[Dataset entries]

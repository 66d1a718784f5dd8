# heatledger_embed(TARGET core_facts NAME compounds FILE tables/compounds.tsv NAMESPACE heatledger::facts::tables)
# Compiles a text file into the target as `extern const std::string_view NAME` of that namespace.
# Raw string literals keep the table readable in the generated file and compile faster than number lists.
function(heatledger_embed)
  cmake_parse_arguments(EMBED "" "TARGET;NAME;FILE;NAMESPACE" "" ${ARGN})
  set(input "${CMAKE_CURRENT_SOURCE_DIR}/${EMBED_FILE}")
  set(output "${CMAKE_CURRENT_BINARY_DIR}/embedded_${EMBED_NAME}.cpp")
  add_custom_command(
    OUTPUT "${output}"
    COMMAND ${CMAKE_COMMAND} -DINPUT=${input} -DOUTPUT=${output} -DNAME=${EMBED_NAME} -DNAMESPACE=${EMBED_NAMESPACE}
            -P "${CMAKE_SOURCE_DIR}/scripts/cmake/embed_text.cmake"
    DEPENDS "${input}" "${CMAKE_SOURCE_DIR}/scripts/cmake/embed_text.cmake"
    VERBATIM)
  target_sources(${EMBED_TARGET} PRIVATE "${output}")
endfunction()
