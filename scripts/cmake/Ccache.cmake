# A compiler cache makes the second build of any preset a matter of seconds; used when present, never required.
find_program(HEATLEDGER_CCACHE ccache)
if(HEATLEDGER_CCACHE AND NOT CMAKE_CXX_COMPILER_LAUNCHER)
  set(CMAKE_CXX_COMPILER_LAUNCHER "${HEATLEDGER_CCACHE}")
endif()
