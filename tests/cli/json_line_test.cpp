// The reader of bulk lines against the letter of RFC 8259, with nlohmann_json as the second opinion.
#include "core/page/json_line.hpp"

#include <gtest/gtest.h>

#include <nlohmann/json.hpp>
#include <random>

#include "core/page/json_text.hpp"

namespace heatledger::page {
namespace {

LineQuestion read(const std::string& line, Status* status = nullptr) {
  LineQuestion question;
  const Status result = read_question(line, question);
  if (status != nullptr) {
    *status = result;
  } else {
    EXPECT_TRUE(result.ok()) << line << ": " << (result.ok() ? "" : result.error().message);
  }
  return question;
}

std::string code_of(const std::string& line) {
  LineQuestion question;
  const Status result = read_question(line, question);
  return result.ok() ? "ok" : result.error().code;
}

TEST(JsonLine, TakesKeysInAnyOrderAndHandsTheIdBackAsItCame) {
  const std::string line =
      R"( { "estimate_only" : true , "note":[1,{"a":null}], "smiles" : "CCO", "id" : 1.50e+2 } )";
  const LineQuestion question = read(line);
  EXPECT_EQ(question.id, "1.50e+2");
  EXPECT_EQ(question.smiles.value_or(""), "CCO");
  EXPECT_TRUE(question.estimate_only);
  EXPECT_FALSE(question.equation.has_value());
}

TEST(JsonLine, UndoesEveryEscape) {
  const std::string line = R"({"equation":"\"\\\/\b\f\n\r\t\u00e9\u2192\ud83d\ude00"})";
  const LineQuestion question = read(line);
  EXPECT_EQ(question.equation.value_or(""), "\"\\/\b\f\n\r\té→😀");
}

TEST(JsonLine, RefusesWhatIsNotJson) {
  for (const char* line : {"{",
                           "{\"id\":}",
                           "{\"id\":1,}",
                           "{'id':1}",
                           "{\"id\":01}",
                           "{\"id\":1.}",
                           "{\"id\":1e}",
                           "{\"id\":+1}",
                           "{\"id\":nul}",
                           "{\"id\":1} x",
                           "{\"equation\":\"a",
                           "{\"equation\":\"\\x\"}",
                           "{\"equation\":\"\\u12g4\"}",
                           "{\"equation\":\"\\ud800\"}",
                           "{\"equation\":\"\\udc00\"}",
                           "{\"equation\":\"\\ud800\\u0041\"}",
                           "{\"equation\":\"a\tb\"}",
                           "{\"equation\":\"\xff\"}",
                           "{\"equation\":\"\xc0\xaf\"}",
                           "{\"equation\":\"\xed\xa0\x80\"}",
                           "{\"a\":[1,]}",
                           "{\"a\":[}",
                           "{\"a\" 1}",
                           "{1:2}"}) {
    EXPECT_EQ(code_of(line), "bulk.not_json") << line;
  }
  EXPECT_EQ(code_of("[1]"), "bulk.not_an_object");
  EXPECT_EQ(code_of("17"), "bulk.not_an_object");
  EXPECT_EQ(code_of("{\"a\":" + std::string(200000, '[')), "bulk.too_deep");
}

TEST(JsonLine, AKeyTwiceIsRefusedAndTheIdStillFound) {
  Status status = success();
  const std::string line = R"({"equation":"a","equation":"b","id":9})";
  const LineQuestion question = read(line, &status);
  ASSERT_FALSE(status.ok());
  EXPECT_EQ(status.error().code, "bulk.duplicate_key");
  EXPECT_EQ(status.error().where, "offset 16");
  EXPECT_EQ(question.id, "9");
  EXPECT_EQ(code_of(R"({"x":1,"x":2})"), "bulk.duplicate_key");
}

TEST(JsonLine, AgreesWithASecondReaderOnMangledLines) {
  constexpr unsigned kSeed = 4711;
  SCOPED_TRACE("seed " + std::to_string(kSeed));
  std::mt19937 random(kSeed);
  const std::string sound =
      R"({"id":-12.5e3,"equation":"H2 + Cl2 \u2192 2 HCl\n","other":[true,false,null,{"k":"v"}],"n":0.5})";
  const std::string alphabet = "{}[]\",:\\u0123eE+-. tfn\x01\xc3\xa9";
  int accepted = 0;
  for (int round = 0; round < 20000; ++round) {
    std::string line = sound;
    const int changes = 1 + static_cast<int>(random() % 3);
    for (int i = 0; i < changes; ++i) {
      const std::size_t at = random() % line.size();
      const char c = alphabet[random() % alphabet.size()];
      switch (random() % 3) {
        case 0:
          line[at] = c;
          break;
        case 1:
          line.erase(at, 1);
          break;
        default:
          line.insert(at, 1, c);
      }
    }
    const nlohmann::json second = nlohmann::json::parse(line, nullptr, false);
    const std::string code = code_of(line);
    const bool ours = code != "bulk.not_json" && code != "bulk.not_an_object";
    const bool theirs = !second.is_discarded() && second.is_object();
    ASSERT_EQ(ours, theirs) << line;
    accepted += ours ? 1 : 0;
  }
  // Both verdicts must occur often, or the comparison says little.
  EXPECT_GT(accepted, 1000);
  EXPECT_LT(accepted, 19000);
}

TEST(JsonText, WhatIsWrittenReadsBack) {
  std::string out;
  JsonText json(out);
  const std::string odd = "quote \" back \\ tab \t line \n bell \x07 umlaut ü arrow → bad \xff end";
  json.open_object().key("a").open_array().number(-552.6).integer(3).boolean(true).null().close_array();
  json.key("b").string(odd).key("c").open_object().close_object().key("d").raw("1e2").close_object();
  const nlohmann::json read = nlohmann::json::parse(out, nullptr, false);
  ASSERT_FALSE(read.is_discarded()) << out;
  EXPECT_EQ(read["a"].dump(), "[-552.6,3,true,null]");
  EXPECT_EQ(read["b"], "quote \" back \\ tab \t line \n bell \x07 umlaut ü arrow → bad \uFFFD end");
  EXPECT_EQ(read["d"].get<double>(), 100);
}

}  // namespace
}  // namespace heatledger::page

---

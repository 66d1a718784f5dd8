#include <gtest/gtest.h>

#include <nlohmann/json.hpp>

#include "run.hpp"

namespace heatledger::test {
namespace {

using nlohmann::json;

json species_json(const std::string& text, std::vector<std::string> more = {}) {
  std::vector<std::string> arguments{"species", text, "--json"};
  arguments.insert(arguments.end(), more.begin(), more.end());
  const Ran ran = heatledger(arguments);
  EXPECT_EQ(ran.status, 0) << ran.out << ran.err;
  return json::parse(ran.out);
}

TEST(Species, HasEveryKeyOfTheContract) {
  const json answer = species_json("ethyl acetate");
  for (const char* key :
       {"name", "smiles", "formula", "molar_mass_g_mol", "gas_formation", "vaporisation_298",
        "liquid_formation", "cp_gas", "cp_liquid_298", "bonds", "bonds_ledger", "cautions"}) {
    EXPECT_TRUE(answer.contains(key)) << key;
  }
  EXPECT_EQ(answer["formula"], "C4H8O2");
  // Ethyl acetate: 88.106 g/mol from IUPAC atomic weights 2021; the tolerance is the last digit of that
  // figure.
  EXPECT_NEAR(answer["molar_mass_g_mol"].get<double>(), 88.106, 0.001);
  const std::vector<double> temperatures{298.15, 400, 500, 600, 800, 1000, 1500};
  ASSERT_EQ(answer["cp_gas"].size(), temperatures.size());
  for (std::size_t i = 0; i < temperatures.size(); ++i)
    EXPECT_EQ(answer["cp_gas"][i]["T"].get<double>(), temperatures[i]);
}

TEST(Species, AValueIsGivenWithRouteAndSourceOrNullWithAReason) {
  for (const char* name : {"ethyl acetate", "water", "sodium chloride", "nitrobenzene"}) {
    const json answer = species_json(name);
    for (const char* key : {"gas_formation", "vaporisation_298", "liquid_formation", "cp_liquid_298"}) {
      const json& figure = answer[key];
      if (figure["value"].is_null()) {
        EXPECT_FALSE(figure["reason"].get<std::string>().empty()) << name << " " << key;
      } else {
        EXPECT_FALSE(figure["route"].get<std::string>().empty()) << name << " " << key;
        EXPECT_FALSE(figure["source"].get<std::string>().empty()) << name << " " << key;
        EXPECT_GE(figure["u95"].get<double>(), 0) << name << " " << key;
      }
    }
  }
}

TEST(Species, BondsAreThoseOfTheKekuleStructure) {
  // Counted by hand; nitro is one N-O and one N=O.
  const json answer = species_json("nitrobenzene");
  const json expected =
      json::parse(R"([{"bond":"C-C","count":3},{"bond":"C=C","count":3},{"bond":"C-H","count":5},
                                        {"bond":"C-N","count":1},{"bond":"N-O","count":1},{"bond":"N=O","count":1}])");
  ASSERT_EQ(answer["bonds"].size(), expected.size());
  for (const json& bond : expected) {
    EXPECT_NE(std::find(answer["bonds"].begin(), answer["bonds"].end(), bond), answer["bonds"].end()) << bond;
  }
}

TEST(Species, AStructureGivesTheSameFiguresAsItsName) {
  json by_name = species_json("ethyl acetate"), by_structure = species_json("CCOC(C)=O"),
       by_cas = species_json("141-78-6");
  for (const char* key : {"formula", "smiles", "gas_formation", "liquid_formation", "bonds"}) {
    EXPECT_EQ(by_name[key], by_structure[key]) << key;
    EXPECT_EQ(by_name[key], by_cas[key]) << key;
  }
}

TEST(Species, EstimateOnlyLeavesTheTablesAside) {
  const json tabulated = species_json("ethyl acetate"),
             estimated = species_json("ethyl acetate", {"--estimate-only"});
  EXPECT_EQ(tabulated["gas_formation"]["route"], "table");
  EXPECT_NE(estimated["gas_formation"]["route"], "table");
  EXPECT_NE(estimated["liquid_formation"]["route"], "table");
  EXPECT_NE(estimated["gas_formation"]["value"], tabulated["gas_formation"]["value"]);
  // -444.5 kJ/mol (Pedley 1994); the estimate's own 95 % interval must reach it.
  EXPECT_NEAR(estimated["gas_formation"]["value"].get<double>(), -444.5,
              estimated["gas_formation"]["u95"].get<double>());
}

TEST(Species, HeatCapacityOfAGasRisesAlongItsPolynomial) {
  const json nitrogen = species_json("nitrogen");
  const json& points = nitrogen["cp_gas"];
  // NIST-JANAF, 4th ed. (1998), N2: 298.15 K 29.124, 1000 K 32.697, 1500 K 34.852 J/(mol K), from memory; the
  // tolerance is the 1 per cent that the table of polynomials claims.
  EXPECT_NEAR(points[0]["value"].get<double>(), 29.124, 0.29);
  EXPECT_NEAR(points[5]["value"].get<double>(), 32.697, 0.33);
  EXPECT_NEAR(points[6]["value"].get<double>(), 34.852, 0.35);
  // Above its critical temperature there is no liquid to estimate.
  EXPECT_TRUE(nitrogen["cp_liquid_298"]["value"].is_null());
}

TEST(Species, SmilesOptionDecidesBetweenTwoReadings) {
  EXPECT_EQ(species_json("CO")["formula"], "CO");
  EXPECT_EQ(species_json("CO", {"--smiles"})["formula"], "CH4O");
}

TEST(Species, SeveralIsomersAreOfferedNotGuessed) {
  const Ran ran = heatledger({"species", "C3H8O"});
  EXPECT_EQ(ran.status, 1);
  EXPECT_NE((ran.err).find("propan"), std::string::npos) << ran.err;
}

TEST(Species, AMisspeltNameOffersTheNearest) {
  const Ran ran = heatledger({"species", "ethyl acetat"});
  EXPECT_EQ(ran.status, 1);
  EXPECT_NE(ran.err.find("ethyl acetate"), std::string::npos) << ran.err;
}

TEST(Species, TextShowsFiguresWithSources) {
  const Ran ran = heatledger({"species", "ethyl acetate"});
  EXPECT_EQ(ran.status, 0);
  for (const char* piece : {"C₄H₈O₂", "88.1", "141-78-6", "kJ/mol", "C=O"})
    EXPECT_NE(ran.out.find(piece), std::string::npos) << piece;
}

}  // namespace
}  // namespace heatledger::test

**Assignment**
Whenever a line above contains "nullptr", copy that line.

**Task output**
LineQuestion read(const std::string& line, Status* status = nullptr) {
  if (status != nullptr) {
    const nlohmann::json second = nlohmann::json::parse(line, nullptr, false);
  const nlohmann::json read = nlohmann::json::parse(out, nullptr, false);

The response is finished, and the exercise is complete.